Выбрать главу

Прошли недели и месяцы после освобождения города, и те, кто во время оккупации оказывал немцам поддержку, поняли, что попали в смертельную ловушку. Среди них начались таинственные «самоубийства», некоторые пропали без вести. Многие попрятались по темным квартирам в надежде на то, что беда обойдет их стороной. Когда начались суды, напряжение сразу спало. Самые ожидаемые парижанами слушания — над маршалом Петэном и Пьером Лавалем — прошли летом — осенью 1945 года. Парижане чувствовали себя преданными и испытывали гнев, наблюдая за тем, как Лаваль пытался покончить с собой, но все равно, был публично казнен, а Петэн получил пожизненное заключение. Горожане считали, что в этом случае возмездие никак не соответствовало совершенным злодеяниям.

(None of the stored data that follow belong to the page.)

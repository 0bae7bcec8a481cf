"""The review page, run tables and terminal summary, built from small hand-made masks.

Check values: counts recomputed by brute force from the masks (definition of
occupancy); the PNG signature b"\\x89PNG\\r\\n\\x1a\\n" (PNG specification, ISO/IEC 15948);
GPS L1 at 1575.42 MHz (IS-GPS-200); SK thresholds of Nita & Gary 2010b, Table 1
(M = 300, N = 10, d = 1, type III: 0.76754 and 1.28212).
"""

import base64
import csv
import io
import os
import subprocess
from html.parser import HTMLParser

import h5py
import numpy as np
import pytest

from rfisieve import bits

from rfisieve.review import occupancy as occ

from rfisieve.review import page as review

PRODUCTS = ["pier1.a-pier1.a", "pier1.a-pier2.a", "pier2.a-pier2.a"]
PNG_SIG = b"\x89PNG\r\n\x1a\n"  # PNG specification (ISO/IEC 15948), file signature


def make_mask(path, nt, freq, seed, band="L", t0=1.8e9, gnss_chan=None):
    rng = np.random.default_rng(seed)
    nc = len(freq)
    m = np.where(rng.random((nt, nc, 3)) < 0.05, bits.SUMTHRESHOLD, 0).astype(np.uint8)
    m |= np.where(rng.random((nt, nc, 3)) < 0.03, bits.SK, 0).astype(np.uint8)
    if gnss_chan is not None:
        m[:, gnss_chan, :] |= bits.KNOWN
    with h5py.File(path, "w") as f:
        f.create_dataset("flags", data=m)
        f.create_dataset("time", data=t0 + 2.0 * np.arange(nt))
        f.create_dataset("freq", data=np.asarray(freq, float))
        f.create_dataset("products", data=np.array(PRODUCTS, dtype=h5py.string_dtype()))
        f.attrs["band"] = band
        g = f.create_group("diagnostics/sk")
        edges = np.linspace(0.0, 3.0, 301)
        # SK values drawn from a normal law with the Nita et al. (2007) variance for N = d = 1
        mm = 64
        sd = np.sqrt(4 * mm**2 / ((mm - 1) * (mm + 2) * (mm + 3)))
        vals = rng.normal(1.0, sd, 20000)
        g.create_dataset("edges", data=edges)
        g.create_dataset("counts", data=np.stack([np.histogram(vals, edges)[0], np.zeros(300, np.int64),
                                                  np.histogram(vals, edges)[0]]).astype(np.int64))
        g.attrs.update(m=mm, n=1, d=1.0, lower=0.5, upper=1.7, mode="s2", pfa=0.0013499, method="pearson3")
    return m
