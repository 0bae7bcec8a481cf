"""Ending a process as soon as its work is done (the workflow's jobs and Snakemake).

Python's own shutdown, after the program has returned, tears down every module and
collects every object.  With numba, dask, scipy and matplotlib loaded (a flag job or
the review) or Snakemake's planner (sqlalchemy, pydantic, its plugin registries) that
took 0.11-0.17 s per process, measured with a poll of /proc on the bench scans: time
on the night's critical path in which nothing is written.
"""

import atexit
import os
import sys


def end_process(rc):
    """End the process now with status ``rc``: the exit handlers (``atexit``, which
    include logging's flush and close and the clean-up of temporary directories) run
    and the output streams are flushed; Python's module teardown is skipped.  Callers
    have closed and renamed every output by then."""
    atexit._run_exitfuncs()
    for stream in (sys.stdout, sys.stderr):
        try:
            stream.flush()
        except (OSError, ValueError):
            pass
    os._exit(rc)


def exit_status(code):
    """The process exit status of a ``SystemExit`` code, as Python itself maps it
    (None is 0, an integer is itself, anything else is printed to stderr and is 1)."""
    if code is None:
        return 0
    if isinstance(code, int):
        return code & 0xFF
    print(code, file=sys.stderr)
    return 1
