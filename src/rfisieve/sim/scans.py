"""Simulated scans of the fictional Quillmoor Radio Observatory, with a truth file each.

The simulator feeds the demo, the end-to-end tests and the quality benchmark.  It
writes scan files in the layout of docs/design.md 3.1 and, beside them, truth files that
say which samples carry interference, how strong it is and of which kind.

Noise statistics are exact at dump level: a dump's mean power over N = accumulations
raw spectra of complex-voltage noise is Gamma(N, mu / N) (radiometer equation: relative
rms 1 / sqrt(N); Wilson, Rohlfs & Huettemeister, Tools of Radio Astronomy).  Clean dumps
are drawn from that Gamma distribution directly.  Interference enters at the voltage
level (carriers, pulses, noise-like emitters; see :mod:`rfisieve.sim.draw` for the
exact draws and the few documented approximations, :mod:`rfisieve.sim.emitters`
for the emitter parameters and :mod:`rfisieve.sim.model` for the instrument).
Scans that record ``/s2`` are simulated raw spectrum by raw spectrum (with a modest
number of accumulations), so that S1 and S2 are jointly right.

Truth file ``<scan>.truth.h5`` (the contract with the engineers who score masks):

============ ====================== ===============================================
path         type, shape            meaning
============ ====================== ===============================================
``/inr``     float32 (T, F, P)      interference-to-noise ratio per sample: excess
                                    mean power from interference over the dump's
                                    noise rms ``mu / sqrt(N)``; 0 where clean.  For a
                                    cross product a-b: the interference term's
                                    amplitude over ``sqrt(mu_a mu_b / N)``, i.e.
                                    ``sqrt(inr_a inr_b)`` per emitter.
``/kind``    uint8 (T, F, P)        0 = clean, else the code of the kind with the
                                    largest INR in the sample (attribute ``kinds``)
``/dropped`` bool (T,)              dumps written as 0 or NaN (no data)
``/mu``      float32 (T, F, P)      clean mean power (autos); ``sqrt(mu_a mu_b)``
                                    for crosses (extra, for scoring by noise units)
``/products`` UTF-8 (P,)            product names, as in the scan
============ ====================== ===============================================

Root attributes: ``scan`` (scan name), ``seed``, ``kinds`` (JSON object code -> name:
1 carrier, 2 pulsed, 3 burst, 4 drifting, 5 intermittent, 6 noiselike),
``accumulations``, ``emitters`` (JSON list of the emitter dicts used).  Dropped dumps
carry no interference in ``/inr`` and ``/kind`` (their data is gone); upstream flags
(``/flags`` in the scan) are not interference and are not in the truth.
"""

import argparse
import json
import math
import textwrap
import time as _time
from pathlib import Path

import h5py
import numpy as np

from rfisieve import __version__
from rfisieve.io.scan import atomic_output
from rfisieve.sim.draw import Group, draw_dumps, draw_raw
from rfisieve.sim.emitters import (KIND_CODES, KIND_NAMES, KINDS_JSON,
                                        default_emitters, render)
from rfisieve.sim.inject import inject
from rfisieve.sim.model import (BANDS, check_band, clean_means, frequency_grid,
                                     parse_time, scan_name, time_grid)
from rfisieve.commands import add_command

__all__ = ["simulate_scan", "simulate_night", "inject", "register_cli", "KIND_CODES",
           "OBSERVATORY", "DEFAULT_START"]

OBSERVATORY = "Quillmoor Radio Observatory"
DEFAULT_START = "2026-12-01T21:05:00Z"
_STREAMS = ("model", "emitters", "noise", "interference", "dropped", "flags")


# --------------------------------------------------------------------------------------
# writing
# --------------------------------------------------------------------------------------

def _write_atomic(path, fill):
    """Write an HDF5 file through ``fill(h5file)`` under a temporary name in the same
    directory, then rename it to ``path``; nothing is left behind on failure."""
    with atomic_output(path) as tmp, h5py.File(tmp, "w") as f:
        fill(f)


def _strings(values):
    return np.array(list(values), dtype=object)


# --------------------------------------------------------------------------------------
# one scan
# --------------------------------------------------------------------------------------

def _products(antennas, feeds, cross):
    inputs = [f"{a}.{f}" for a in antennas for f in feeds]
    products = [(i, i) for i in inputs]
    if cross:
        for f in feeds:
            for x in range(len(antennas)):
                for y in range(x + 1, len(antennas)):
                    products.append((f"{antennas[x]}.{f}", f"{antennas[y]}.{f}"))
    return inputs, products


def _dropped_dumps(rng, ntime, fraction):
    """Runs of 1-8 dumps until ``fraction`` of the dumps is dropped; 0/NaN per run."""
    dropped = np.zeros(ntime, dtype=bool)
    nan_fill = np.zeros(ntime, dtype=bool)
    target = int(round(fraction * ntime))
    if fraction > 0:
        target = max(target, 1)
    run = 0
    while dropped.sum() < target:
        length = int(rng.integers(1, 9))
        length = min(length, target - int(dropped.sum()))
        start = int(rng.integers(0, ntime - length + 1))
        new = ~dropped[start:start + length]
        dropped[start:start + length] = True
        nan_fill[start:start + length] |= new & (run % 2 == 1)
        run += 1
    return dropped, nan_fill


def _upstream_flags(rng, shape, fraction):
    """Upstream flags: band-edge channels (half the budget) and random blocks."""
    ntime, nchan = shape[:2]
    flags = np.zeros(shape, dtype=np.uint8)
    if fraction <= 0:
        return flags
    edge = max(1, int(round(fraction * nchan / 4)))
    flags[:, :edge] = 1
    flags[:, nchan - edge:] = 1
    target = fraction * flags.size
    for _ in range(10_000):
        if flags.sum() >= target:
            break
        dt = int(rng.integers(4, 33))
        dc = int(rng.integers(2, 9))
        t0 = int(rng.integers(0, max(ntime - dt, 0) + 1))
        c0 = int(rng.integers(0, max(nchan - dc, 0) + 1))
        prods = rng.random(shape[2]) < 0.5
        if not prods.any():
            prods[rng.integers(0, shape[2])] = True
        flags[t0:t0 + dt, c0:c0 + dc, prods] = 1
    return flags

Многие известные коллаборационисты надеялись отвертеться от наказания, судьи же, что называется, ходили по тонкому льду — с одной стороны, в зале сидела разъяренная толпа, жаждавшая возмездия, с другой, над ними стояло правительство, ожидавшее, что слушания пройдут в соответствии с законом. Видным пособником нацизма, у которого было множество друзей в верхах, в том числе во Французской академии, был Робер Бразийяк (среди тех, кто подписал прошение об отмене ему смертной казни, были Поль Валери, Франсуа Мориак и Поль Клод). Как бы то ни было, Бразийяка казнили, и мало кто о том сожалел. Лишь эстет, гомосексуалист, арабист, друг и любовник Пруста, коллаборационист (и фанатичный поклонник Гитлера, прозванный «la Gestapette»[131]) Жак Бенуа-Мешен высказывал странную причину, по которой не стоило казнить Бразийяка: «Нельзя убивать поэта!» Сам Бенуа-Мешен едва избежал встречи с расстрельной командой и вновь появился на политической арене Франции в конце 1950-х годов как советник правительства де Голля по связям с арабским миром.

Никто не сомневался в том, что Бразийяк является преступником. Его ненависть к парижским евреям ошеломляла даже руководящую верхушку нацистов (во время операции «Весенний ветер» он громко жаловался Даннекеру, что захвачено слишком мало еврейских детей). Его судили по обвинению в измене родине и казнили 6 февраля 1945 года. «Париж наиболее прекрасен, когда его покидаешь», — сказал он при аресте.

Бразийяк был отъявленным злодеем, но его анализ политики «очищения» был острым и проницательным. Прячась от ареста, он назвал восстание против нацистов и освобождение столицы «предательством истории».

У меня нет иллюзий в отношении военных подвигов так называемой «недели славы», — писал он. — Я помню, что в городе оставалось всего несколько тысяч немцев, я не верю в миф о героизме восстания. […] Я читал некоторые книги Арагона, в том числе отрывок, где он говорит о «дерьме французской армии», а также его недавние стихи… Газеты твердят мне, что освобождение Парижа есть славный военный подвиг, но я знаю об убийствах, случаях личной мести и гнусных преступлениях[132].

Неприязнь Бразийяка к Луи Арагону, который цинично играл роль поэта-патриота в оккупированном Париже, вполне оправдан. Напрочь забыв о свободолюбии сюрреализма, Арагон стал ярым сталинистом, неприкрыто старавшимся обернуть «чистки» после освобождения столицы на пользу коммунистической партии. Так, в своей газете «Les Lettres françaises» Арагон призвал обрушить полноту гнева борцов Сопротивления на всех, кто хоть как-то выступал против компартии. Он вел кампанию против маститого романиста Андре Жида, чьи антинацистская позиция и нелюбовь к СССР были общеизвестны. Подобных нападок не избежал и писатель Поль Низан, который до соглашения между Советами и нацистами в 1939 году был коммунистом. Он слыл смелым бойцом и погиб во время отступления в Дюнкерке в 1940 году. Попыткам Арагона представить его «полицейским шпионом» воспротивились многие деятели парижской литературы и науки, например Андре Бретон и Жан-Поль Сартр, но упрямые коммунисты подхватили эту ложь и понесли ее, словно знамя.

вернуться

131

«Гестапетка» (фр.).

вернуться

132

Лучше всего последние дни Бразийяка описаны в антологии о французских писателях 1940–1945 гг., изданной под редакцией Жермена Брее. — Примеч. автора.